# [Work instructions]
Look through the records below for the line holding "read = lambda". Write it out exactly, with each following line through the line holding "rows = (run.mask".

=====

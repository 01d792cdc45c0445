"""Log evidence where Laplace alone cannot be trusted: quadrature along the worst-determined coordinate.

The structural coordinate of largest marginal variance is held at a row of nodes; at each, the others
and the run coordinates are optimised anew and integrated, by five Gauss-Hermite nodes in the next
worst coordinate and by Laplace in what is left. Along the row the trapezoidal rule is used, which
converges faster than any power for a density that falls off smoothly at both ends; the same rule
with every second node left out gives its error.

In the coordinates of a run Laplace errs where a reading there is cut off at a limit, or hangs on the
errors of the run exponentially (a reactant all but used up). ``of_runs`` integrates each run along one
line through the optimum, at fixed structural coordinates, so that it adds to either of the above.
"""

from __future__ import annotations

from functools import partial
from typing import NamedTuple

import numpy as np

from designer import arrays
from designer.arrays import Array, jax, jnp
from designer.evidence import Fit, Kernel, Point
from designer.likelihood import Design, Readings, mean_weights, reading_losses
from designer.signals import Law

FIRST_NODES = 13  # over +- 6 Laplace standard deviations, to find where the density lies
NODES = 25
DEPTH = 14.0  # nats below the top at which the density is left out
INNER_NODES = 5
LINE = np.linspace(-7, 7, 29)  # in Laplace standard deviations of a run
OTHERS = 6  # readings of a run whose lines are looked at besides
NEARBY = 0.01  # of those, over which the curvature at the optimum is differenced
NORMAL = -np.log(2 * np.pi) / 2  # of the prior in a held coordinate; in Laplace it cancels with det H


class Repaired(NamedTuple):
    """log_evidence (draw,) and its error: what leaving out every second node changes."""

    log_evidence: np.ndarray
    error: np.ndarray


def glance(kernel: Kernel, design: Design, readings: Readings, fit: Fit) -> Repaired:
    """A quick look along the worst-determined coordinate: 13 nodes one standard deviation apart,
    Laplace on everything else. The error is the largest of: its difference from Laplace, the change
    with half the nodes, the share of the density at the ends."""
    structural = fit.u.shape[1]
    if structural == 0 or len(fit.u) == 0:
        return Repaired(fit.log_evidence, np.zeros_like(fit.log_evidence))
    axis, spread = _worst(fit)
    centre = fit.u[np.arange(len(axis)), axis]
    nodes = centre[:, None] + spread[:, None] * np.linspace(-6, 6, FIRST_NODES)
    density = _along(kernel, design, readings, fit, axis, nodes, inner=False)
    log_evidence = _trapezoid(density, spread) + NORMAL
    ends = np.exp(np.maximum(density[:, 0], density[:, -1]) - density.max(1))
    coarse = _trapezoid(density[:, ::2], 2 * spread) + NORMAL
    # a Gaussian sampled two standard deviations apart is itself off by 2 exp(-pi^2/2) = 0.014
    halving = np.maximum(np.abs(coarse - log_evidence) - 0.015, 0.0)
    off = np.abs(log_evidence - fit.log_evidence)
    error = np.maximum(np.maximum(off, halving), ends)
    return Repaired(log_evidence, np.where(np.isfinite(error), error, np.inf))


def _worst(fit: Fit) -> tuple[np.ndarray, np.ndarray]:
    """Index and standard deviation of the structural coordinate of largest marginal variance."""
    spread = np.sqrt(np.einsum("nii->ni", fit.covariance))
    axis = spread.argmax(1)
    return axis, spread[np.arange(len(axis)), axis]


def quadrature(kernel: Kernel, design: Design, readings: Readings, fit: Fit) -> Repaired:
    """Log evidence of every data set by quadrature around ``fit`` (module docstring).

    readings: (draw, run, time, signal); fit: the optimum of each. Without structural coordinates
    there is nothing to integrate along and Laplace's value is returned.
    """
    structural = fit.u.shape[1]
    if structural == 0 or len(fit.u) == 0:
        return Repaired(fit.log_evidence, np.zeros_like(fit.log_evidence))
    axis, spread = _worst(fit)
    low, high = _where_it_lies(kernel, design, readings, fit, axis, spread)
    nodes = np.linspace(low, high, NODES, axis=1)
    # where second derivatives are dear, Laplace has to do for the next worst coordinate
    inner = structural > 1 and kernel.law.second_order
    density = _along(kernel, design, readings, fit, axis, nodes, inner=inner)
    step = (high - low) / (NODES - 1)
    fine = _trapezoid(density, step)
    coarse = _trapezoid(density[:, ::2], 2 * step)
    return Repaired(fine + NORMAL, np.abs(fine - coarse))


def _trapezoid(log_density: np.ndarray, step: np.ndarray) -> np.ndarray:
    weights = np.ones(log_density.shape[1])
    weights[[0, -1]] = 0.5
    top = log_density.max(1)
    return top + np.log((weights * np.exp(log_density - top[:, None])).sum(1) * step)


def _where_it_lies(
    kernel: Kernel, design: Design, readings: Readings, fit: Fit, axis: np.ndarray, spread: np.ndarray
) -> tuple[np.ndarray, np.ndarray]:
    """Ends of the stretch of the held coordinate that carries the density."""
    rows = np.arange(len(axis))
    centre, reach = fit.u[rows, axis], 6 * spread
    low, high = centre - reach, centre + reach
    for _ in range(4):
        nodes = np.linspace(low, high, FIRST_NODES, axis=1)
        density = _along(kernel, design, readings, fit, axis, nodes, inner=False)
        level = density.max(1) - DEPTH
        wide_low, wide_high = density[:, 0] > level, density[:, -1] > level
        if not (wide_low | wide_high).any():
            break
        width = high - low
        low, high = low - wide_low * width / 2, high + wide_high * width / 2
    inside = density > level[:, None]
    first = np.maximum(inside.argmax(1) - 1, 0)
    last = np.minimum(FIRST_NODES - inside[:, ::-1].argmax(1), FIRST_NODES - 1)
    return nodes[rows, first], nodes[rows, last]


def _along(
    kernel: Kernel,
    design: Design,
    readings: Readings,
    fit: Fit,
    axis: np.ndarray,
    nodes: np.ndarray,
    inner: bool,
) -> np.ndarray:
    """Log of the marginal density of the held coordinate at ``nodes`` (draw, node), up to the prior's
    constant: Laplace, with Gauss-Hermite in one more coordinate if ``inner``."""
    count, each = nodes.shape
    rows = np.repeat(np.arange(count), each)
    repeated = Readings(*(np.asarray(x)[rows] for x in readings))
    held = axis[rows]
    index = np.arange(len(rows))
    slope = fit.covariance[rows, :, held] / fit.covariance[rows, held, held][:, None]
    move = nodes.ravel() - fit.u[rows, held]
    start = Point(fit.u[rows] + move[:, None] * slope, fit.z[rows])
    start.u[index, held] = nodes.ravel()
    free = np.ones_like(start.u)
    free[index, held] = 0.0
    at = kernel.fit(design, repeated, start, free)
    density = np.where(at.trouble > 0, -np.inf, at.log_evidence)
    if inner:
        density = _inner(kernel, design, repeated, at, held, free)
    return density.reshape(count, each)


def _inner(
    kernel: Kernel, design: Design, readings: Readings, at: Fit, held: np.ndarray, free: np.ndarray
) -> np.ndarray:
    """ln of the integral over the next worst coordinate by Gauss-Hermite about each optimum."""
    abscissae, weights = np.polynomial.hermite_e.hermegauss(INNER_NODES)
    index = np.arange(len(held))
    spread = np.sqrt(np.einsum("nii->ni", at.covariance)) * free
    second = np.where(free > 0, spread, -1.0).argmax(1)
    width = spread[index, second]
    slope = at.covariance[index, :, second] / at.covariance[index, second, second][:, None] * free
    total = []
    fixed = free.copy()
    fixed[index, second] = 0.0
    for x, weight in zip(abscissae, weights, strict=True):
        u = at.u + (x * width)[:, None] * slope
        part = kernel.fit(design, readings, Point(u, at.z), fixed)
        total.append(part.log_evidence + x * x / 2 + np.log(weight * width))
    stacked = np.stack(total)
    top = stacked.max(0)
    return top + np.log(np.exp(stacked - top).sum(0)) + NORMAL


class Added(NamedTuple):
    """What a line through each run adds to ln Z (draw, run), and how far other lines disagree (draw, run)."""

    value: np.ndarray
    doubt: np.ndarray


def of_runs(kernel: Kernel, design: Design, readings: Readings, fit: Fit) -> Added:
    """What a line through each run adds to Laplace's ln Z.

    With G the loss of a run and its prior at fixed structural coordinates, and d a direction in the run's
    coordinates: ln of the integral of exp(G(z*) - G(z* + t d)) over t, less the same for the parabola
    at z*. Two directions are tried, that of the best-measured reading and that of the censored ones, each
    with the rest of the run's coordinates following; the larger result counts. Lines along a few other
    readings that would add more (a reaction that stops abruptly between two readings), and density left at
    the end of a line, are doubts.
    """
    count, law = len(fit.u), kernel.law
    found = Added(np.zeros((count, len(design.times))), np.zeros((count, len(design.times))))
    if not law.errors:
        return found
    for begin in range(0, count, kernel.lanes):
        rows = np.minimum(np.arange(begin, begin + kernel.lanes), count - 1)
        some = Readings(*(np.asarray(x)[rows] for x in readings))
        value, doubt = _of_runs(law, design, some, Point(fit.u[rows], fit.z[rows]))
        found.value[rows], found.doubt[rows] = np.asarray(value), np.asarray(doubt)
    return found


@partial(jax.jit, static_argnums=0)
def _of_runs(law: Law, design: Design, readings: Readings, point: Point) -> tuple[Array, Array]:
    one = jax.vmap(partial(_of_one_run, law), in_axes=(None, 0, 0, 0))
    return jax.vmap(lambda p, r: one(p.u, p.z, design, r))(point, readings)


def _of_one_run(law: Law, u: Array, z: Array, run: Design, readings: Readings) -> tuple[Array, Array]:
    steps = jnp.concatenate([jnp.asarray(LINE), jnp.asarray([0.0, NEARBY, -NEARBY])])

    def lost(at: Array) -> Array:
        signal = law.read(u, at, run.conditions, run.times)
        return reading_losses(law, signal, readings, run.mask).sum() + (at**2).sum() / 2

    def line(direction: Array) -> tuple[Array, Array]:
        at = jax.vmap(lambda t: lost(z + t * direction))(steps)
        rise = at[:-3] - at[-3]
        curvature = (at[-2] + at[-1] - 2 * at[-3]) / NEARBY**2
        area = jnp.log(jnp.exp(-rise).sum() * (LINE[1] - LINE[0]))
        value = area + jnp.log(jnp.maximum(curvature, 1e-12) / (2 * jnp.pi)) / 2
        # a direction of length 0 stands for "nothing to look at"
        known = jnp.isfinite(value) & (curvature > 0.01)
        return jnp.where(known, value, 0.0), jnp.where(known, jnp.exp(-jnp.minimum(rise[0], rise[-1])), 0.0)

    value, ends = jax.vmap(line)(_directions(law, u, z, run, readings))
    added = value[jnp.argmax(jnp.abs(value[:2]))]
    return added, jnp.maximum(jnp.abs(value).max() - jnp.abs(added), 0.0) + ends.max()


def _directions(law: Law, u: Array, z: Array, run: Design, readings: Readings) -> Array:
    """Directions (direction, error) in a run's coordinates, of unit length in Gauss-Newton's standard
    deviations: of the best-measured reading, of the censored ones, of some spread over the run."""
    size = len(z)
    read = lambda at: law.read(u, at, run.conditions, run.times)  # noqa: E731
    signal, slopes = jax.vmap(lambda v: jax.jvp(read, (z,), (v,)), out_axes=(None, 0))(jnp.eye(size))
    slopes = slopes.mean.reshape(size, -1).T
    weight = mean_weights(law, signal, readings, run.mask).reshape(-1)
    block = jnp.eye(size) + (weight[:, None, None] * slopes[:, :, None] * slopes[:, None, :]).sum(0)
    lower, _ = arrays.cholesky([[block[i, j] for j in range(size)] for i in range(size)])
    rows = (run.mask / jnp.sqrt(signal.variance)).reshape(-1)[:, None] * slopes
    white = jnp.stack(arrays.forward(lower, [rows[:, i] for i in range(size)]), axis=-1)
    unit = white / _length(white)[:, None]
    cut = (readings.side.reshape(-1)[:, None] * unit).sum(0)
    spread = np.unique(np.linspace(0, unit.shape[0] - 1, OTHERS).round().astype(int))
    best = unit[jnp.argmax(_length(white))]
    several = jnp.concatenate([jnp.stack([best, cut / _length(cut)]), unit[spread]])
    return jnp.stack(arrays.backward(lower, [several[:, i] for i in range(size)]), axis=-1)


def _length(vector: Array) -> Array:
    return jnp.maximum(jnp.sqrt((vector**2).sum(-1)), 1e-150)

=====

# [Solution to the exercise]
    read = lambda at: law.read(u, at, run.conditions, run.times)  # noqa: E731
    signal, slopes = jax.vmap(lambda v: jax.jvp(read, (z,), (v,)), out_axes=(None, 0))(jnp.eye(size))
    slopes = slopes.mean.reshape(size, -1).T
    weight = mean_weights(law, signal, readings, run.mask).reshape(-1)
    block = jnp.eye(size) + (weight[:, None, None] * slopes[:, :, None] * slopes[:, None, :]).sum(0)
    lower, _ = arrays.cholesky([[block[i, j] for j in range(size)] for i in range(size)])
    rows = (run.mask / jnp.sqrt(signal.variance)).reshape(-1)[:, None] * slopes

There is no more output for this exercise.